De son nom de prince wasangari Gbaasi N’Guera, le futur Bio Guera était un cultivateur dévoué à son travail à l’exemple de plusieurs de ses congénères. Son père est Sabi Yerima et sa mère est Yͻn Gͻn. Eduqué à monter à cheval, à manier l’arc et les flèches, à servir comme guerrier de réserve de l’armée du roi de Nikki, il ne nourrit aucune ambition politique sauf à voir prospérer ses immenses champs de céréales et de tubercules.
Certes, les descendants baatonnu, dans leur littérature, continuent d’entretenir sa mémoire et les arts de la scène, notamment le théâtre, réécrivent à volonté son histoire. Mais il demeure que son parcours et ses œuvres restent inconnus du grand public. Les nouvelles générations ont peut-être entendu parler de lui, mais elles ignorent la nature de ses combats et les idéaux qui ont nourri son engagement.
Personnage atypique dans l’historiographie du Bénin, connu pour avoir été distingué en 1975 « héros national », sa résistance contre le colonisateur français qui, au terme de l’expédition militaire contre Béhanzin en 1894, avait voulu soumettre les peuples Wasangari, Peul et Baatonnu de l’ancien territoire du Baru-tem, est citée comme un acte de résilience exemplaire. De sa naissance en 1856 à sa disparition le 17 décembre 1916, Bio Guera aura vécu une vie pleine, partagée entre ses activités paysannes et marchandes. Avec les exactions de l’armée coloniale sur ses terres, il devient un activiste et son engagement politique se transforme en rébellion armée puis en force de résistance.

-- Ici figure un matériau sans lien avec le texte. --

fn sweep(node: &Node, ctx: &mut Ctx) -> Option<Sweep> {
    let f = ctx.fields(node, "analysis.sweep", &["from", "to", "per_octave", "at"])?;
    if let Some(n) = f.get("at") {
        if let Some(other) = ["from", "to", "per_octave"].into_iter().find(|k| f.get(k).is_some()) {
            ctx.error(
                n.pos(),
                &f.at("at"),
                format!("`at` lists the sweep's points itself, so `{other}` would be ignored"),
                Some("give either `at: [...]` or `from`, `to` and `per_octave`".into()),
            );
            return None;
        }
        let Node::Seq { items, .. } = n else {
            ctx.error(n.pos(), &f.at("at"), "expected a list of frequencies, such as [100 Hz, 1 kHz]", None);
            return None;
        };
        let pts: Vec<Option<f64>> = items.iter().map(|i| ctx.positive(i, &f.at("at"), Quantity::Frequency, false)).collect();
        if items.is_empty() {
            ctx.error(n.pos(), &f.at("at"), "the list of frequencies is empty", None);
            return None;
        }
        // Bands, programme slices and crossings all assume rising frequencies: an unsorted
        // or repeated point is refused where it stands rather than quietly reordered.
        let mut ok = true;
        for k in 1..items.len() {
            if let (Some(prev), Some(here)) = (pts[k - 1], pts[k]) {
                if here <= prev {
                    let what = if here == prev { "repeats" } else { "is below" };
                    ctx.error(
                        items[k].pos(),
                        &f.at("at"),
                        format!("{} {what} the point before it ({}): the points must rise", crate::units::hz(Some(here)), crate::units::hz(Some(prev))),
                        Some("list the frequencies lowest first, each once".into()),
                    );
                    ok = false;
                }
            }
        }
        if !ok {
            return None;
        }
        return pts.into_iter().collect::<Option<Vec<f64>>>().map(Sweep::Points);
    }
    let from = ctx.req(&f, "from", "the lowest frequency").and_then(|n| ctx.positive(n, &f.at("from"), Quantity::Frequency, false));
    let to = ctx.req(&f, "to", "the highest frequency").and_then(|n| ctx.positive(n, &f.at("to"), Quantity::Frequency, false));
    let per_octave = match f.get("per_octave") {
        Some(n) => match ctx.bare_number(n, &f.at("per_octave")) {
            Some(v) if (1.0..=10_000.0).contains(&v) => Some(v),
            Some(_) => {
                ctx.error(n.pos(), &f.at("per_octave"), "points per octave must be from 1 to 10000", None);
                None
            }
            None => None,
        },
        None => Some(24.0),
    };
    let (from, to, per_octave) = (from?, to?, per_octave?);
    if to <= from {
        ctx.error(f.pos, &f.at("to"), "the sweep must end above where it starts", None);
        return None;
    }
    let points = (to / from).log2() * per_octave;
    if points > 2e6 {
        ctx.error(f.pos, &f.at("per_octave"), format!("this sweep has {points:.0} points; 2000000 is the most"), None);
        return None;
    }
    Some(Sweep::Log { from, to, per_octave })
}

fn report(node: &Node, options: &[String], ctx: &mut Ctx) -> (RawTemplate, Option<Vec<Block>>) {
    let Some(f) = ctx.fields(node, "report", &["template", "blocks"]) else { return (RawTemplate::Customer, None) };
    let template = match f.get("template") {
        None => RawTemplate::Customer,
        Some(n) => match ctx.text(n, &f.at("template")) {
            None => RawTemplate::Customer,
            Some(t) => match Template::built_in(&t) {
                Some(Template::Archive) => RawTemplate::Archive,
                Some(Template::Sale) => RawTemplate::Sale,
                Some(Template::Quote) => RawTemplate::Quote,
                Some(Template::Invoice) => RawTemplate::Invoice,
                Some(_) => RawTemplate::Customer,
                None if t.ends_with(".typ") => RawTemplate::File { name: t, pos: n.pos() },
                None => {
                    let hint = suggest(&t, Template::NAMES.iter().copied())
                        .map(|s| format!("did you mean `{s}`?"))
                        .unwrap_or_else(|| format!("choose {}, or the path of a .typ file", Template::NAMES.join(", ")));
                    ctx.error(n.pos(), &f.at("template"), format!("unknown template \"{t}\""), Some(hint));
                    RawTemplate::Customer
                }
            },
        },
    };
    let blocks = f.get("blocks").map(|n| {
        let Node::Seq { items, .. } = n else {
            ctx.error(n.pos(), &f.at("blocks"), "expected a list of blocks", None);
            return Vec::new();
        };
        let names = Block::NAMES;
        let mut out = Vec::new();
        for item in items {
            let path = f.at("blocks");
            match item {
                Node::Scalar { text, pos, .. } => {
                    let Some(b) = Block::named(text) else {
                        let hint = suggest(text, names.iter().copied())
                            .map(|s| format!("did you mean `{s}`?"))
                            .unwrap_or_else(|| format!("blocks are: {}, `text: ...` and `plot: ...`", names.join(", ")));
                        ctx.error(*pos, &path, format!("unknown block \"{text}\""), Some(hint));
                        continue;
                    };
                    out.push(b);
                }
                _ => {
                    let Some(bf) = ctx.fields(item, &path, &["text", "plot", "option"]) else { continue };
                    if let Some(t) = bf.get("text") {
                        if let Some(t) = ctx.text(t, &bf.at("text")) {
                            out.push(Block::Text(t));
                        }
                    } else if let Some(o) = bf.get("option") {
                        // One option's results, by its name in `options`.
                        if let Some(name) = ctx.text(o, &bf.at("option")) {
                            if options.contains(&name) {
                                out.push(Block::Option(name));
                            } else {
                                let hint = suggest(&name, options.iter().map(String::as_str))
                                    .map(|s| format!("did you mean `{s}`?"))
                                    .unwrap_or_else(|| "name one of the job's `options`".into());
                                ctx.error(o.pos(), &bf.at("option"), format!("there is no option \"{name}\""), Some(hint));
                            }
                        }
                    } else if let Some(p) = bf.get("plot") {
                        let opts: Vec<(&str, PlotKind)> = PlotKind::ALL.iter().map(|k| (k.name(), *k)).collect();
                        if let Some(k) = ctx.choice(p, &bf.at("plot"), &opts) {
                            out.push(Block::Plot(k));
                        }
                    }
                }
            }
        }
        out
    });
    (template, blocks)
}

Bio Guera ne s’est pas fait prier pour faire partie des figures de la guerre de résistance des Baatombu à la pénétration française. Il est rentré dans l’histoire pour sa détermination à libérer les populations du Borgou, les Baatombu et les Boowo des privations de liberté, de l’impôt de capitation, de la conscription, du travail forcé et des exactions diverses dont elles étaient victimes sous l’administration coloniale. Justicier, préférant la mort à l’oppression coloniale, il nous laisse en héritage le sens de sacrifice de soi pour l’intérêt collectif. C’est bien dans cet état d’esprit qu’il se donna corps et âme à la guerre à Baura, à douze kilomètres au nord de Bembéréké. Traqué, épuisé par toutes ces années de rébellion, le prince révolté finit par être repéré dans une de ses retraites et est tué le 17 décembre 1916.